→ Instructions to follow: In the records below, begin at the line containing "readConfig, type Config" and end at the line containing "if (isStopping) return;"; quote every line in that span exactly, including both boundary lines, and no others.

Saved data entries
◆ ◆ ◆ ◆
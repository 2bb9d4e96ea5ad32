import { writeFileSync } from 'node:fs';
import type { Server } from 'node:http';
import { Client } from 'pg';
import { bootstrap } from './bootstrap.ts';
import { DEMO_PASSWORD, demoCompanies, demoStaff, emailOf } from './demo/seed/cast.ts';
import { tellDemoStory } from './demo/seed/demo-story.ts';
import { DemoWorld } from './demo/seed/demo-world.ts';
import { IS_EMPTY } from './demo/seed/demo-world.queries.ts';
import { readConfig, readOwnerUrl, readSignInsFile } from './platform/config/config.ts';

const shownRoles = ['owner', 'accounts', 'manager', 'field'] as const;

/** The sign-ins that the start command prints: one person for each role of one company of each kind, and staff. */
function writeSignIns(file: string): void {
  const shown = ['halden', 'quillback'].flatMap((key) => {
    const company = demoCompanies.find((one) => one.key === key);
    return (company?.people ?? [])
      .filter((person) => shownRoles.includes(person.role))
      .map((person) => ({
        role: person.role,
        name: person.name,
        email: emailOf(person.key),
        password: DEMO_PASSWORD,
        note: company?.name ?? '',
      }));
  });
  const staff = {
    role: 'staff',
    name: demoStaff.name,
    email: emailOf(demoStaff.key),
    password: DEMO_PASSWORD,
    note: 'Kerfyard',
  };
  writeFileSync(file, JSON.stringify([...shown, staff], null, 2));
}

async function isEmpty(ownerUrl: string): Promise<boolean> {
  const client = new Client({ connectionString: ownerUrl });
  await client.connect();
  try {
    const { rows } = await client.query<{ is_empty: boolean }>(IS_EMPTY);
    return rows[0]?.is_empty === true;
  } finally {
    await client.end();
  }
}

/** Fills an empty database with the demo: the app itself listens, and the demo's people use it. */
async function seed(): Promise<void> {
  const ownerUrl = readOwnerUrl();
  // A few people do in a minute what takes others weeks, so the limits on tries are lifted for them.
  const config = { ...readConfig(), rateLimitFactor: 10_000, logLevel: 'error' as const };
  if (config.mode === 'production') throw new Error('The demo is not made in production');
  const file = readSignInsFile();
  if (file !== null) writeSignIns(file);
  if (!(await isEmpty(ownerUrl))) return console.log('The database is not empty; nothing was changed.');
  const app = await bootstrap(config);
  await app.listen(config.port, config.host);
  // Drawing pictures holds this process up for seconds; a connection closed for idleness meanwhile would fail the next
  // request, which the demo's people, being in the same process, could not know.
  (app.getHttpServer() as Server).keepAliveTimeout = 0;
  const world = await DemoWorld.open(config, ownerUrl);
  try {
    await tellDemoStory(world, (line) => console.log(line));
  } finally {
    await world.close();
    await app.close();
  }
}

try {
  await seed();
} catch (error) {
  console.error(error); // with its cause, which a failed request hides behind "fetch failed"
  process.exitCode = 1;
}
◆ ◆ ◆ ◆
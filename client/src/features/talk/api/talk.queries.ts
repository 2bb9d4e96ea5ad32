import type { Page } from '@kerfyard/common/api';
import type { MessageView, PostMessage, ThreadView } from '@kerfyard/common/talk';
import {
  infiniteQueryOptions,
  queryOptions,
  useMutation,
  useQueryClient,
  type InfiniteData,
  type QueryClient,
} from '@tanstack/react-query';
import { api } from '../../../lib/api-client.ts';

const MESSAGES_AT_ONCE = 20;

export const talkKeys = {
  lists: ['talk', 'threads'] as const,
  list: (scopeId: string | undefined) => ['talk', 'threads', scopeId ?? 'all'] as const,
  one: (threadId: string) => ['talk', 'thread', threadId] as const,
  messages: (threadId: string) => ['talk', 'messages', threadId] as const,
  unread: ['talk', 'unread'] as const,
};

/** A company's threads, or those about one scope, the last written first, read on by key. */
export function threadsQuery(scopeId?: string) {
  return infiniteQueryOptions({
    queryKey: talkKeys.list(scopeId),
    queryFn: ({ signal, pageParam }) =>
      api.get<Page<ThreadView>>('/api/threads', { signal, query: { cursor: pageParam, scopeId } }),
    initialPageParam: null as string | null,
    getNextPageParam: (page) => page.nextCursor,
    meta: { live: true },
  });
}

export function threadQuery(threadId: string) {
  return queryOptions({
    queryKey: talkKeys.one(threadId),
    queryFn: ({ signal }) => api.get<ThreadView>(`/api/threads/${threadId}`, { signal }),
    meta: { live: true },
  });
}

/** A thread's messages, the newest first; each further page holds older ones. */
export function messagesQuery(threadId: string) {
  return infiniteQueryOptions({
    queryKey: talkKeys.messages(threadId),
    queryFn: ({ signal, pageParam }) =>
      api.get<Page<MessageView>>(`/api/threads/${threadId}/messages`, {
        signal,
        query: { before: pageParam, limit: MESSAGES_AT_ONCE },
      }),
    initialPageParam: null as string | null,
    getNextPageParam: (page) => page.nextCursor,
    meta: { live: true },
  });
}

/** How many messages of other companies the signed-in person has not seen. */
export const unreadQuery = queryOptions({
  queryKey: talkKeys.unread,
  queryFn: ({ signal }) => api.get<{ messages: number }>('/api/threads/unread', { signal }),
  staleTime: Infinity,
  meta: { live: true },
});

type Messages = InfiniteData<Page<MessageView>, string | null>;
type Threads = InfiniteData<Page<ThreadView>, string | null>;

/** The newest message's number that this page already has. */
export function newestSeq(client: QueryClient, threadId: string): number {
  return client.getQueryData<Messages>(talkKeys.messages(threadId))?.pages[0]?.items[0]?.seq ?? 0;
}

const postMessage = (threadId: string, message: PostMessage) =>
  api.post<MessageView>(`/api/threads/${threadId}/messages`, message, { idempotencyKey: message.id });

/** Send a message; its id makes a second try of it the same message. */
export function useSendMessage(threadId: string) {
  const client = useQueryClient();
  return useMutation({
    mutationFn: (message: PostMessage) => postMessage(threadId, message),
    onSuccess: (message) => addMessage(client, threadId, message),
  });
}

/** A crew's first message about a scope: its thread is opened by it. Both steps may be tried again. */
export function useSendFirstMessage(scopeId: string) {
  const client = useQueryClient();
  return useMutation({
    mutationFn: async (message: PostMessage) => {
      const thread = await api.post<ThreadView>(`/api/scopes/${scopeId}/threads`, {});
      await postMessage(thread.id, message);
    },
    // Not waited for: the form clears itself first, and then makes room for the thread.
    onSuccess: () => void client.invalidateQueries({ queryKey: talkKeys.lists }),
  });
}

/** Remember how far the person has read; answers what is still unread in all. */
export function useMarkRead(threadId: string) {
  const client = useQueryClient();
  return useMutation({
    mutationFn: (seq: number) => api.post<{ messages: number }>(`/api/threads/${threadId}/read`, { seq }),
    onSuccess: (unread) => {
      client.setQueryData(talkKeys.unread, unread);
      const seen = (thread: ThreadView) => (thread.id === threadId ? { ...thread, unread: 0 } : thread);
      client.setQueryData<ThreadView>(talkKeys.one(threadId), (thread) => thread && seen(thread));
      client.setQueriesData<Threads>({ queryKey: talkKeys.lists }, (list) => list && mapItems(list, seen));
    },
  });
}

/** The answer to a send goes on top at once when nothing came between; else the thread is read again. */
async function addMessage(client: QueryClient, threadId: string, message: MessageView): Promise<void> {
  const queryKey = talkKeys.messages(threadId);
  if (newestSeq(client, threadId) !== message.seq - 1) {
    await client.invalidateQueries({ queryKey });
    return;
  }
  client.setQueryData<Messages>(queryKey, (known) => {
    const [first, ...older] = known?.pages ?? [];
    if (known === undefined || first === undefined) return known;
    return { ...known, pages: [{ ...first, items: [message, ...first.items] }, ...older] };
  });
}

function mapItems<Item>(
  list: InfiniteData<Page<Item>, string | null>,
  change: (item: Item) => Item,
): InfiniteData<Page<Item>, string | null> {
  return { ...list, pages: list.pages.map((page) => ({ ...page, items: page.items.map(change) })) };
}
◆ ◆ ◆ ◆
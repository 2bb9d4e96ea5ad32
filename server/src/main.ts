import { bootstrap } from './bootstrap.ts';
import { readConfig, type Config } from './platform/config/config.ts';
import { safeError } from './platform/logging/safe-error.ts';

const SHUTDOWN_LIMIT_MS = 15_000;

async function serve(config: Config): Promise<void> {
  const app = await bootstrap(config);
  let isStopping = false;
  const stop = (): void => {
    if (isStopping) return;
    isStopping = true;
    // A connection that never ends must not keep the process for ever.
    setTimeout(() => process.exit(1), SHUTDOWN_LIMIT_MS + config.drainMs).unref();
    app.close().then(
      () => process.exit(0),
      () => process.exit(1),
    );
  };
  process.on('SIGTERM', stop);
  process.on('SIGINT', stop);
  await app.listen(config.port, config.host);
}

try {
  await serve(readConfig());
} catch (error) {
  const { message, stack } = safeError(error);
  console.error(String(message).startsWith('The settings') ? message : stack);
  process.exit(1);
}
◆ ◆ ◆ ◆
→ Result of the task:
import { readConfig, type Config } from './platform/config/config.ts';
import { safeError } from './platform/logging/safe-error.ts';

const SHUTDOWN_LIMIT_MS = 15_000;

async function serve(config: Config): Promise<void> {
  const app = await bootstrap(config);
  let isStopping = false;
  const stop = (): void => {
    if (isStopping) return;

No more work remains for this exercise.